Put your Tamagotchi to bed and head to one of these upcoming ’90s-themed events.

  • ‘Jurassic Park’ Hapless humans flee fearsome dinosaurs in this CGI-pioneering thriller from 1993, when Spielberg movies could still be fun. North lawn of Jefferson Building, Library of Congress, 10 First St. SE; Thu., 8:30 p.m., free.
  • Peach Pit 90’s Dance Party DJ Matt Bailer will spin danceable hits, from Sugar Ray to Green Day. DC9, 1940 Ninth St. NW; Sat., 10:30 p.m., $5-$8.
  • All That 90s Party DJ Marco will remix ’90s tunes from a variety of genres, including pop, grunge and R&B. Union Stage, 740 Water St. SW; Sat., 10 p.m., $10-$15.
  • The Smashing Pumpkins & Noel Gallagher’s High Flying Birds. Founding Pumpkins Billy Corgan, James Iha and Jimmy Chamberlin are back on the road after last year’s reunion tour. Noel Gallagher, formerly of Oasis, will open with his newish band. Merriweather Post Pavilion, 10475 Little Patuxent Parkway, Columbia, Md.; Sat., 7 p.m., $29.50-$129.50.
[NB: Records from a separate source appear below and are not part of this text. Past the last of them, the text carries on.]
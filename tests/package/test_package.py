"""The Debian package, built as an operator would (scripts/package.sh) and checked with Debian's own
tools: dpkg-deb --info/--contents, lintian (no errors), systemd-analyze verify on the units (and on
a deliberately broken copy, to show the check can fail), dpkg-shlibdeps' Depends against the
libraries the binary really links (readelf NEEDED, owners from dpkg -S); then the package unpacked
into a scratch root with dpkg -x, and its residue --version, residue demo and Python module run.

Usage: test_package.py BUILD_DIR VERSION
"""
import glob
import json
import os
import re
import signal
import subprocess
import sys
import tempfile
import urllib.error
import urllib.request

sys.path.insert(0, os.path.join(os.path.dirname(os.path.abspath(__file__)), "..", "cli"))
from harness import check, finish  # noqa: E402

build, version = os.path.abspath(sys.argv[1]), sys.argv[2]
source = os.path.abspath(os.path.join(os.path.dirname(__file__), "..", ".."))


def sh(*args, env=None, timeout=600):
    return subprocess.run(list(args), capture_output=True, text=True, timeout=timeout, env=env)


made = sh(os.path.join(source, "scripts", "package.sh"), build)
check(made.returncode == 0, f"scripts/package.sh builds the package: {made.stderr[-500:]}")
deb = made.stdout.strip().splitlines()[-1] if made.stdout.strip() else ""
arch = sh("dpkg", "--print-architecture").stdout.strip()
check(os.path.basename(deb) == f"residue_{version}_{arch}.deb", f"the package is named residue_<version>_<arch>.deb: {deb}")
deb = os.path.join(source, deb) if not os.path.isabs(deb) else deb

# Control fields.
info = sh("dpkg-deb", "--info", deb).stdout
field = lambda name: (re.search(rf"^ {name}: (.*)$", info, re.M) or [None, ""])[1]  # noqa: E731
check(field("Package") == "residue" and field("Version") == version and field("Architecture") == arch,
      "control: package, version and architecture")
check("postinst" in info and "postrm" in info, "control: maintainer scripts that reload systemd's units")
depends = {d.strip().split(" ")[0] for d in field("Depends").split(",") if d.strip()}

# What the binary really links, and the package of each library: each must be depended on.
with tempfile.TemporaryDirectory() as root:
    sh("dpkg", "-x", deb, root)
    binary = os.path.join(root, "usr", "bin", "residue")
    needed = re.findall(r"\(NEEDED\)\s+Shared library: \[(.*)\]", sh("readelf", "-d", binary).stdout)
    check(len(needed) >= 10, f"readelf lists the shared libraries the binary needs ({len(needed)})")
    cache = sh("/sbin/ldconfig", "-p").stdout
    for library in needed:
        match = re.search(rf"^\s*{re.escape(library)} .*=> (\S+)$", cache, re.M)
        owner = ""
        if match:  # dpkg knows a file by the path it shipped it under (/lib or /usr/lib: usrmerge)
            real = os.path.realpath(match[1])
            for candidate in (match[1], real, real.removeprefix("/usr"), "/usr" + match[1]):
                found = sh("dpkg", "-S", candidate)
                if found.returncode == 0:
                    owner = found.stdout.split(":")[0]
                    break
        check(owner in depends, f"Depends names {owner or '?'}, the package of {library}")

    # Contents.
    listing = sh("dpkg-deb", "--contents", deb).stdout
    files = {line.split()[-1].lstrip(".") for line in listing.splitlines()}
    expected = ["/usr/bin/residue", "/lib/systemd/system/residue-serve.service",
                "/lib/systemd/system/residue-worker@.service", "/usr/share/doc/residue/copyright",
                "/usr/share/doc/residue/changelog.gz", "/usr/share/doc/residue/README.Debian",
                "/usr/share/doc/residue/service.md", "/usr/share/doc/residue/openapi.yaml",
                "/usr/share/doc/residue/examples/residue.default", "/usr/share/man/man1/residue.1.gz",
                "/usr/share/man/man1/residue-serve.1.gz", "/usr/share/man/man1/residue-worker.1.gz"]
    for path in expected:
        check(path in files, f"the package holds {path}")
    check(any(re.fullmatch(r"/usr/lib/python3/dist-packages/residue\.cpython-.*\.so", f) for f in files),
          "the package holds the Python module in dist-packages")
    check(all(" root/root " in line for line in listing.splitlines()), "every file belongs to root")

    # Manual pages made from --help, with the advisory.
    for page in glob.glob(os.path.join(root, "usr", "share", "man", "man1", "*.1.gz")):
        text = sh("zcat", page).stdout
        check(".SH NAME" in text and ".SH ADVISORY" in text and "sole basis" in text,
              f"{os.path.basename(page)} has NAME and the advisory")
    serve_page = sh("zcat", os.path.join(root, "usr", "share", "man", "man1", "residue-serve.1.gz")).stdout
    check("token\\-file" in serve_page, "residue-serve(1) documents --token-file")

    # lintian: no errors (warnings are printed).
    lint = sh("lintian", deb, timeout=900)
    tags = [line for line in lint.stdout.splitlines() if re.match(r"^[EW]: ", line)]
    print("lintian:", tags or "no errors or warnings")
    check(not [t for t in tags if t.startswith("E:")], f"lintian reports no errors: {tags}")

    # systemd-analyze verify, against the unpacked binary (the units name /usr/bin/residue).
    units = os.path.join(root, "units")
    os.makedirs(units)
    for unit in ("residue-serve.service", "residue-worker@.service"):
        text = open(os.path.join(root, "lib", "systemd", "system", unit)).read()
        for option in ("DynamicUser=yes", "ProtectSystem=strict", "NoNewPrivileges=yes", "ReadOnlyPaths=/etc/residue",
                       "LoadCredential="):
            check(option in text, f"{unit} has {option}")
        with open(os.path.join(units, unit), "w") as f:
            f.write(text.replace("/usr/bin/residue", binary))
        verify = sh("systemd-analyze", "verify", "--man=no", os.path.join(units, unit))
        check(verify.returncode == 0 and not verify.stderr.strip() and not verify.stdout.strip(),
              f"systemd-analyze verify accepts {unit}: {verify.stderr.strip()}")
    broken = os.path.join(units, "broken.service")
    with open(broken, "w") as f:
        f.write(open(os.path.join(units, "residue-serve.service")).read().replace("ProtectSystem=strict",
                                                                                   "ProtectSystem=everything"))
    verify = sh("systemd-analyze", "verify", "--man=no", broken)
    check("ProtectSystem" in verify.stderr or "protect system" in verify.stderr,
          "systemd-analyze verify does flag a broken unit (the check can fail)")

    # The unpacked package works.
    r = sh(binary, "--version")
    check(r.returncode == 0 and r.stdout.strip() == f"residue {version}", f"residue --version: {r.stdout.strip()}")
    demo_dir = os.path.join(root, "demo-output")
    r = sh(binary, "demo", "-o", demo_dir, timeout=900)
    check(r.returncode == 0, f"the unpacked residue demo runs: {r.stderr[-300:]}")
    check(any(name.endswith(".html") for _, _, names in os.walk(demo_dir) for name in names),
          "the demo wrote its HTML report")
    check(os.path.isfile(os.path.join(demo_dir, "model.json")), "the demo wrote its model")

    # Each unit's command line, expanded as systemd would expand it (its Environment= defaults,
    # %d the credentials folder, %H the host, %i the instance), runs. No systemd runs the units
    # themselves here (the test machine has none as PID 1).
    credentials = os.path.join(root, "credentials")
    os.makedirs(credentials)
    with open(os.path.join(credentials, "token"), "w") as f:
        f.write("package-test-token\n")
    open(os.path.join(credentials, "redis-password"), "w").close()  # empty: Redis without a password
    overrides = {"RESIDUE_MODEL": os.path.join(demo_dir, "model.json"), "RESIDUE_PORT": "0",
                 "RESIDUE_REDIS": "redis://127.0.0.1:9"}  # port 9 (discard): nothing listens
    for unit in ("residue-serve.service", "residue-worker@.service"):
        text = open(os.path.join(units, unit)).read()
        values = dict(re.findall(r"(\w+)=(\S*)", re.search(r"^Environment=(.*)$", text, re.M)[1]))
        values.update(overrides)
        line = re.search(r"^ExecStart=(.*)$", text, re.M)[1]
        line = line.replace("%d", credentials).replace("%H", "testhost").replace("%i", "1")
        line = re.sub(r"\$\{(\w+)\}|\$(\w+)", lambda m: values[m[1] or m[2]], line)
        process = subprocess.Popen(line.split(), stderr=subprocess.PIPE, text=True)
        first = process.stderr.readline()
        if unit.startswith("residue-serve"):
            port = json.loads(first)["port"]
            with urllib.request.urlopen(f"http://127.0.0.1:{port}/v1/health", timeout=10) as answer:
                check(answer.status == 200, "the serve unit's command line serves the model")
            try:
                urllib.request.urlopen(f"http://127.0.0.1:{port}/v1/model", timeout=10)
                check(False, "the serve unit's command line requires the credential token")
            except urllib.error.HTTPError as e:
                check(e.code == 401, "the serve unit's command line requires the credential token")
        else:
            second = process.stderr.readline()
            check("jobs from residue-jobs" in first and "retrying" in second,
                  f"the worker unit's command line starts and waits for Redis: {first.strip()} {second.strip()}")
        process.send_signal(signal.SIGTERM)
        check(process.wait(timeout=60) == 0, f"{unit}'s command line stops cleanly on SIGTERM")

    env = dict(os.environ, PYTHONPATH=os.path.join(root, "usr", "lib", "python3", "dist-packages"))
    r = sh("/usr/bin/python3", "-c", "import residue; print(residue.__file__); print(len(residue.feature_names()))",
           env=env)
    lines = r.stdout.split()
    check(r.returncode == 0 and lines and lines[0].startswith(root) and int(lines[1]) > 100,
          f"Debian's python3 imports the packaged module: {r.stderr[-300:]}")

finish()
  • Nostalgia: The ’90s Experience Leave your scrunchie at home — no costumes allowed at this classy event, which will feature a mix of ’90s hip-hop and R&B. Saint Yves, 1220 Connecticut Ave. NW; Aug. 22, 7-11 p.m., $15-$40.
  • Grunge Fest Four tribute bands will play songs by Nirvana, Alice in Chains, Soundgarden and other flannel-clad rockers. The Fillmore, 8656 Colesville Road, Silver Spring; Aug. 23, 8 p.m., $15.50.
  • Boyz II Men This harmonizing group will prove how hard it is to say goodbye to yesterday by performing its ’90s hits as well as new cuts. The Theater at MGM National Harbor, 101 MGM National Ave., Oxon Hill, Md.; Aug. 24, 8 p.m., $53-$253.
  • White Ford Bronco D.C.’s wildly popular ’90s cover band will perform lively renditions from the era’s songbook. Gypsy Sally’s, 3401 K St. NW; Aug. 24, 9 p.m., $25.
  • No Scrubs: ’90s Dance Party DJ Will Eastman and friends spin rump-shaking hits from the likes of Bell Biv DeVoe, TLC, C+C Music Factory and 2Pac. 9:30 Club, 815 V St. NW; Aug. 30, 9 p.m., $16.

Correction: The print version of this story gave the wrong last name for Nostalgia: The 90s Experience organizer Fred Barnes. It has been corrected.